One of the key challenges is simply the motion and distortion of the brain and neurons in a freely-moving animal. But Dr. Skanata is developing a new two-photon tracking technology that allows her to track multiple individual neurons in a moving animal without any invasive implants, and optically activate or manipulate those neurons. The model used is fruit fly larvae, which are naturally transparent, and the system Dr. Skanata will continue to develop uses two-photon microscopes (which allow very precise targeting) coupled with an ingenious algorithm that can rapidly detect the motion of individual neurons and adjust the position of the subject on a moving stage to keep it centered under the microscope.

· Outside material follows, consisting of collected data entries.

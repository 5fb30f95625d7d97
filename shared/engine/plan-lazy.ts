/**
 * Lazy greedy for large sparse rooms (after Minoux, "Accelerated greedy algorithms for
 * maximizing submodular set functions", 1978). Gains h_j c_j / N_jj (identity 2) are estimated
 * from above by h_j c_j / N^lo_jj, where N^lo_jj <= N_jj counts returns in one or two hops
 * only; because the total is supermodular, old estimates stay upper bounds. Each round the
 * `lazyChecks` (default 3) people with the highest estimates are checked exactly (one sparse
 * solve for their column of N) and the best checked person is chosen; when that exact gain
 * exceeds every remaining estimate, the choice is provably the greedy one.
 * Per round: the checks, each O(m * iterations); in undirected rooms h and c are then updated
 * from the chosen person's column (identity 1, with N = L_T^-1 D giving the row), with fresh
 * solves every tenth round; directed rooms re-solve h and c (two more solves).
 *
 * What is estimated, and the error: the first starter is the best of the five best-connected
 * people (not the best of all n); a later choice can differ from exact greedy when a person
 * outside the checked few has a larger true gain (the notes count the rounds where this could
 * not be ruled out); the reported total is a fresh solve of the final set; the quality rank
 * uses an estimated worst single starter. The lower bound (identity 6 with upper-bounded gains)
 * is proven, so the stated gap to best is a true bound.
 */
import { EngineError } from './errors';
import { classPickSparse } from './plan-lazy-start';
import { finishPlan, type PlanContext } from './plan-context';
import type { PlanResult } from './plan-types';
import { SparseSystem } from './sparse-system';

export function lazyGreedyPlan(ctx: PlanContext): PlanResult {
  const { room, k } = ctx;
  const scale = 1 / (1 - room.laziness);
  const progress = ctx.options.onProgress;
  // Start: required people plus one per open closed group; in a room with a single closed
  // group and nothing required, the best of five well-connected candidates.
  const start = classPickSparse(ctx);
  const starters = [...start.set];
  ctx.worstOverride = Math.max(...start.evaluated.map((t) => t * scale), 0) || undefined;
  if (start.evaluated.length > 0)
    ctx.notes.push(
      `First starter: best of ${start.evaluated.length - 1} well-connected candidates (an estimate of the best single starter).`,
    );
  const search = new LazyGreedy(ctx, starters);
  search.recompute();
  let rawTotal = search.sumH();
  search.bound(rawTotal);
  const checksPerPick = Math.max(1, ctx.options.lazyChecks ?? 3);
  let step = 0;
  let unproven = 0;
  while (starters.length < k) {
    step++;
    const { chosen, column } = search.pick(step, checksPerPick);
    starters.push(chosen);
    search.update(starters, chosen, column, step);
    rawTotal = search.sumH();
    if (!provenRound(search.ub, search.freshAt, step, chosen)) unproven++;
    // Old bounds stay valid (supermodularity); fresh estimates at the new set are valid too,
    // so keep the smaller of the two.
    search.tighten();
    search.bound(rawTotal);
    progress?.({ stage: 'lazy-greedy', done: starters.length, of: k });
  }
  // Fresh upper bounds at the final set for the proven lower bound.
  search.recompute();
  search.bound(rawTotal);
  const total = search.freshTotal(starters) * scale;
  ctx.notes.push(
    `Lazy greedy: ${search.checks} exact gain checks; in ${unproven} of ${k - start.set.length} rounds an unchecked person's estimate exceeded the chosen gain, so the choice may differ from exact greedy there. ` +
      `The total is a fresh iterative solve (relative residual ${LAZY_TOL}); the lower bound and gap are proven.`,
  );
  return finishPlan(ctx, 'lazy-greedy', starters, total);
}

/** Relative residual of every solve of the lazy greedy. */
const LAZY_TOL = 1e-10;

/**
 * The lazy greedy's state at the current starter set: its sparse system, expected hops h,
 * the column sums c of the fundamental matrix N, and per person an upper bound `ub` on the gain.
 */
class LazyGreedy {
  private readonly room: PlanContext['room'];
  private readonly n: number;
  private readonly scale: number;
  private readonly ones: Float64Array;
  private readonly e: Float64Array;
  private sys: SparseSystem;
  private h: Float64Array;
  private c: Float64Array;
  readonly ub: Float64Array;
  /** The round in which each person's gain was last checked exactly (-1: never). */
  readonly freshAt: Int32Array;
  checks = 0;

  constructor(
    private readonly ctx: PlanContext,
    starters: number[],
  ) {
    this.room = ctx.room;
    this.n = ctx.n;
    this.scale = 1 / (1 - this.room.laziness);
    this.ones = new Float64Array(this.n).fill(1);
    this.e = new Float64Array(this.n);
    this.ub = new Float64Array(this.n);
    this.freshAt = new Int32Array(this.n).fill(-1);
    this.sys = new SparseSystem(this.room, starters, LAZY_TOL);
    this.h = this.sys.solve(this.ones);
    this.c = this.sys.solveTransposed(this.ones);
  }

  /** Sets every estimate afresh from the current h, c and the lower bound on N's diagonal. */
  recompute(): void {
    const { n, sys, h, c, ub } = this;
    const allowed = this.ctx.allowed;
    const lo = sys.diagLowerBound();
    for (let j = 0; j < n; j++) ub[j] = sys.active[j] && allowed[j] ? (h[j] * c[j]) / lo[j] : -Infinity;
  }

  /** Lowers each estimate to the fresh one where that is smaller. */
  tighten(): void {
    const { n, sys, h, c, ub } = this;
    const allowed = this.ctx.allowed;
    const lo = sys.diagLowerBound();
    for (let j = 0; j < n; j++) {
      if (!sys.active[j] || !allowed[j]) {
        ub[j] = -Infinity;
        continue;
      }
      const fresh = (h[j] * c[j]) / lo[j];
      if (fresh < ub[j]) ub[j] = fresh;
    }
  }

  /** Records the lower bound: the total less the largest gains still to pick (identity 6). */
  bound(rawTotal: number): void {
    const r = this.ctx.k - this.ctx.mustInclude.length;
    const top = Array.from(this.ub)
      .filter((g) => g > 0)
      .sort((a, b) => b - a)
      .slice(0, r);
    this.ctx.bounds.push((rawTotal - top.reduce((s, g) => s + g, 0)) * this.scale);
  }

  /** The raw total of `set` by a fresh solve. */
  freshTotal(set: number[]): number {
    const sys = new SparseSystem(this.room, set, LAZY_TOL);
    const h = sys.solve(this.ones);
    let t = 0;
    for (let i = 0; i < this.n; i++) if (sys.active[i]) t += h[i];
    return t;
  }

  sumH(): number {
    let t = 0;
    for (let i = 0; i < this.n; i++) if (this.sys.active[i]) t += this.h[i];
    return t;
  }

  /**
   * The highest estimated gains; the top few are checked exactly (one solve each for the column
   * of N), and the best checked person is chosen. A checked gain that stays above every other
   * estimate is chosen at once.
   */
  pick(step: number, checksPerPick: number): { chosen: number; column: Float64Array } {
    const { n, ub, freshAt, h, c, e } = this;
    let chosen = -1;
    let chosenGain = -Infinity;
    const columns = new Map<number, Float64Array>();
    for (let q = 0; q < checksPerPick; q++) {
      let best = -1;
      for (let j = 0; j < n; j++) if (ub[j] > -Infinity && freshAt[j] !== step && (best < 0 || ub[j] > ub[best] * (1 + 1e-12))) best = j;
      if (best < 0) break;
      if (chosen >= 0 && ub[best] <= chosenGain) break;
      e.fill(0);
      e[best] = 1;
      const col = this.sys.solve(e);
      columns.set(best, col);
      this.checks++;
      ub[best] = (h[best] * c[best]) / col[best];
      freshAt[best] = step;
      if (ub[best] > chosenGain * (1 + 1e-12) || (ub[best] >= chosenGain * (1 - 1e-12) && best < chosen)) {
        chosen = best;
        chosenGain = ub[best];
      }
    }
    if (chosen < 0) throw new EngineError('NO_FEASIBLE_PLAN', 'No allowed person is left to brief.');
    return { chosen, column: columns.get(chosen)! };
  }

  /** Moves to the set with `chosen` added: a rank-one update of h and c, or fresh solves. */
  update(starters: number[], chosen: number, x: Float64Array, step: number): void {
    const { n, h, c } = this;
    const sys = (this.sys = new SparseSystem(this.room, starters, LAZY_TOL));
    if (sys.symmetric && step % 10 !== 0) {
      // Identity 1 with the column just solved: h' = h - x h_j / x_j; for undirected rooms
      // N = L_T^-1 D, so row j of N is x_l d_l / d_j and c' needs no further solve.
      const d = this.room.csr.outStrength;
      const hj = h[chosen];
      const cj = c[chosen];
      const xj = x[chosen];
      for (let i = 0; i < n; i++) {
        if (!sys.active[i]) {
          h[i] = 0;
          c[i] = 0;
          continue;
        }
        h[i] -= (x[i] * hj) / xj;
        c[i] -= (cj * x[i] * d[i]) / (d[chosen] * xj);
      }
    } else {
      // Fresh solves now and then, so rounding from the rank-one updates cannot build up.
      this.h = sys.solve(this.ones, h);
      this.c = sys.solveTransposed(this.ones, c);
    }
  }
}

/** True when the chosen person's exact gain is at least every remaining (upper-bound) estimate. */
function provenRound(ub: Float64Array, freshAt: Int32Array, step: number, chosen: number): boolean {
  const g = ub[chosen];
  for (let j = 0; j < ub.length; j++) if (j !== chosen && freshAt[j] !== step && ub[j] > g * (1 + 1e-12)) return false;
  return true;
}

The system calculates the relative positions of multiple neurons, adjusts for the motion and deformation of the brain during movement, and tracks neural activity across a large area.
When tracking an animal that has been modified so that neurons can be activated when exposed to optical light, the system lets researchers switch on neurons with high precision during natural activity. Importantly, the system Dr. Skanata is developing has the capability to independently control two laser beams, so it can track multiple areas simultaneously, and will even allow tracking activity among individuals, allowing insight into neural activity during group encounters.